START Exercise data

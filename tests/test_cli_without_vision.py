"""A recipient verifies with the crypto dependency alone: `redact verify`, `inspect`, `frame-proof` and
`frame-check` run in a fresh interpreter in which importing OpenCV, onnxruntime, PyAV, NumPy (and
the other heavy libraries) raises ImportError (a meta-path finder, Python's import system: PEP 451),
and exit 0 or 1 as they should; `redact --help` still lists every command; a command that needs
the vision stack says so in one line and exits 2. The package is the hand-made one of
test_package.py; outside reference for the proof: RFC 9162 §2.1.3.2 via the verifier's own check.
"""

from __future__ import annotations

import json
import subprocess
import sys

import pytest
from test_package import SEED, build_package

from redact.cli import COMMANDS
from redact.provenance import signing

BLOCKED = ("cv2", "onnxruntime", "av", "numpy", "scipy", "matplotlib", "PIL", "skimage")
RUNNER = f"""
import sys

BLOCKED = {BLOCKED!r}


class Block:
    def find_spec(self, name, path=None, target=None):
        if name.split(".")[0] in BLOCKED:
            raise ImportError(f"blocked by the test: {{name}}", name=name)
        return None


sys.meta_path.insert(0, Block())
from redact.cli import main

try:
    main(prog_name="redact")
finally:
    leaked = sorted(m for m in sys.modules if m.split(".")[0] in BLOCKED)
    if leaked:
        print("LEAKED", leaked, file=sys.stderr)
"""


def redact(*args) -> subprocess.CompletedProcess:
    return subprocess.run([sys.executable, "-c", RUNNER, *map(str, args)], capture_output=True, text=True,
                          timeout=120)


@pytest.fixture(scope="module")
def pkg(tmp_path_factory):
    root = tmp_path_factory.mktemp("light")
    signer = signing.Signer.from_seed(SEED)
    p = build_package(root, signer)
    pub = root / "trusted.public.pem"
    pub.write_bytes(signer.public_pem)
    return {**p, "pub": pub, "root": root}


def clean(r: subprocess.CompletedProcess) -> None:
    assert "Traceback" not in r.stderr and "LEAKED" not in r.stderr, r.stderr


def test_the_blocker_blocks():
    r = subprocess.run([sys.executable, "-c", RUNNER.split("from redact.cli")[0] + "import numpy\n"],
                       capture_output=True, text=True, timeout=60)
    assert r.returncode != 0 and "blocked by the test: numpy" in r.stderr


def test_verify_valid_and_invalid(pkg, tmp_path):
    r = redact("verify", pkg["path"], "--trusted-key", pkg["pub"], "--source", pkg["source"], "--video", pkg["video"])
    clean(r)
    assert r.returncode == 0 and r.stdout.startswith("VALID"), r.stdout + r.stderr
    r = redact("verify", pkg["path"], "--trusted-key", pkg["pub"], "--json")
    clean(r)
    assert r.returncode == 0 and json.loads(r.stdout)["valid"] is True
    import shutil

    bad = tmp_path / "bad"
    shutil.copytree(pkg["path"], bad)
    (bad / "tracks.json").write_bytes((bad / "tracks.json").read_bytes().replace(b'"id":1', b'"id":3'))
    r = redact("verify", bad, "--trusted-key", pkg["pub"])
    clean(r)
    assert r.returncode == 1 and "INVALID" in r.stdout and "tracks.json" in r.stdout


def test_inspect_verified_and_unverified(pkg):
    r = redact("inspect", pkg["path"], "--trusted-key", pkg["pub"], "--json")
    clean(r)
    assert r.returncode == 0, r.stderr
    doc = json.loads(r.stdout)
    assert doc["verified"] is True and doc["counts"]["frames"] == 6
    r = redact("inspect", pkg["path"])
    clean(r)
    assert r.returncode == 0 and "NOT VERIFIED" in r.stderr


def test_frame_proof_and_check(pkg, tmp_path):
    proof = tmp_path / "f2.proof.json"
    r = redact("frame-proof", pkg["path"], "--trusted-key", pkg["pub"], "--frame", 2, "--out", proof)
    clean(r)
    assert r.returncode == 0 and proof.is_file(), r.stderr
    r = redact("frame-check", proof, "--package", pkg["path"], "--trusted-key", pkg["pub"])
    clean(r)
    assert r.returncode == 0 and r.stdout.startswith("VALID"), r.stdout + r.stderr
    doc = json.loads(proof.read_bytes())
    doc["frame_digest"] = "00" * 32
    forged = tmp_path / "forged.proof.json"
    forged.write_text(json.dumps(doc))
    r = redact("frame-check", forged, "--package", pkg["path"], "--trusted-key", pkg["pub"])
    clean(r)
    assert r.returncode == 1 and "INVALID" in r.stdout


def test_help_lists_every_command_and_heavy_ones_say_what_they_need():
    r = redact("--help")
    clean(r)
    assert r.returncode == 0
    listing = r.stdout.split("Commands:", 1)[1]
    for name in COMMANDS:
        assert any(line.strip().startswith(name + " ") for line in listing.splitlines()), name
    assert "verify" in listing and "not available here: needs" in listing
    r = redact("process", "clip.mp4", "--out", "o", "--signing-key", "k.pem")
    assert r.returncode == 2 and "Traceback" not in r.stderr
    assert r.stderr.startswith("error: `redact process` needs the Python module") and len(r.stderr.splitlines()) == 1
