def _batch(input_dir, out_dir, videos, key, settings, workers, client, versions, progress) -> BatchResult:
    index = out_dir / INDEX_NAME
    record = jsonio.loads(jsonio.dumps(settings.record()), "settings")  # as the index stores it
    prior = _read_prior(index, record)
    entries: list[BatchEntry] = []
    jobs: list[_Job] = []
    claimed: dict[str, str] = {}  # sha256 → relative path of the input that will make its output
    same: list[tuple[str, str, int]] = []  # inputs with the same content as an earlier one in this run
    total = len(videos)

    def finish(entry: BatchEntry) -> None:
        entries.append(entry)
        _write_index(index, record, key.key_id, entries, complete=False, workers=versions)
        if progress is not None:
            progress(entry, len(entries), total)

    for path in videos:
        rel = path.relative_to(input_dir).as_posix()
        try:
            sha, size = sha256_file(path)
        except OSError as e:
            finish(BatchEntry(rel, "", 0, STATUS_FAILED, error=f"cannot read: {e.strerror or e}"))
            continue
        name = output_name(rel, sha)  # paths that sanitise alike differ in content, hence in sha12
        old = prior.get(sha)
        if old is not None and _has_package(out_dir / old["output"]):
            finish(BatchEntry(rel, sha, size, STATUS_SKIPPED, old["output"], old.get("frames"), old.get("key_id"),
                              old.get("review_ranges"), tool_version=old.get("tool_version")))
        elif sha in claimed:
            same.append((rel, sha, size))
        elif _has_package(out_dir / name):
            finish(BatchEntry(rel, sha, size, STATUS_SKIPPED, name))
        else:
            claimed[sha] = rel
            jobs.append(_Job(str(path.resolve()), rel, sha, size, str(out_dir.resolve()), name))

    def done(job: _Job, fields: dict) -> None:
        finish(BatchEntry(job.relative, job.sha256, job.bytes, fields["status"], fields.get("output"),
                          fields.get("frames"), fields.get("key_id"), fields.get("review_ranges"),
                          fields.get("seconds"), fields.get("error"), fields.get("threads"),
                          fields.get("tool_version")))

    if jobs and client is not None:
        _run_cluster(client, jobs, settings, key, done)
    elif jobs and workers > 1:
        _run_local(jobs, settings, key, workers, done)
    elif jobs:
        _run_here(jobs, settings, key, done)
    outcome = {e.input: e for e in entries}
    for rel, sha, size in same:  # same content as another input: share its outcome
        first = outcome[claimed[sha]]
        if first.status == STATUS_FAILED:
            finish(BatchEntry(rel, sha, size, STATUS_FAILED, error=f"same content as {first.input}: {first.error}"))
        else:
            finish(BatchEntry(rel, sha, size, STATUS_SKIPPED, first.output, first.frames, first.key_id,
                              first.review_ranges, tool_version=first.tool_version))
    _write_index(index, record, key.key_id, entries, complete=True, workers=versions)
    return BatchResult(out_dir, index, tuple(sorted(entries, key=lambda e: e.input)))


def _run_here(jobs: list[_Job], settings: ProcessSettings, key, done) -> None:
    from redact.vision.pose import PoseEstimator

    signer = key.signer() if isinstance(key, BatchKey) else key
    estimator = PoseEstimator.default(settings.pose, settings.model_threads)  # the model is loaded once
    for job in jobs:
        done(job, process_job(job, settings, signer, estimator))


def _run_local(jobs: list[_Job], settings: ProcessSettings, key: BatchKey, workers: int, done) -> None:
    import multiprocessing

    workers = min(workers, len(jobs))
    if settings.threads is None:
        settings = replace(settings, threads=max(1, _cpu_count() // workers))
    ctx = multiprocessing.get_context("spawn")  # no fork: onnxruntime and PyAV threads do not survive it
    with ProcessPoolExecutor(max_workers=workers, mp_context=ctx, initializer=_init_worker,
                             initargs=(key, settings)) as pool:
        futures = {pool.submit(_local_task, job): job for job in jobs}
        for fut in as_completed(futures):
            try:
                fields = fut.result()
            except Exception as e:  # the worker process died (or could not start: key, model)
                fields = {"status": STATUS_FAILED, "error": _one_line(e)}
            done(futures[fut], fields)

END Exercise data

■ Task to carry out ■
Begin with the first line of the records and reproduce each line as is, ending with the line that holds "the other heavy".

■ Exercise output ■
filename tests/test_cli_without_vision.py
"""A recipient verifies with the crypto dependency alone: `redact verify`, `inspect`, `frame-proof` and
`frame-check` run in a fresh interpreter in which importing OpenCV, onnxruntime, PyAV, NumPy (and
the other heavy libraries) raises ImportError (a meta-path finder, Python's import system: PEP 451),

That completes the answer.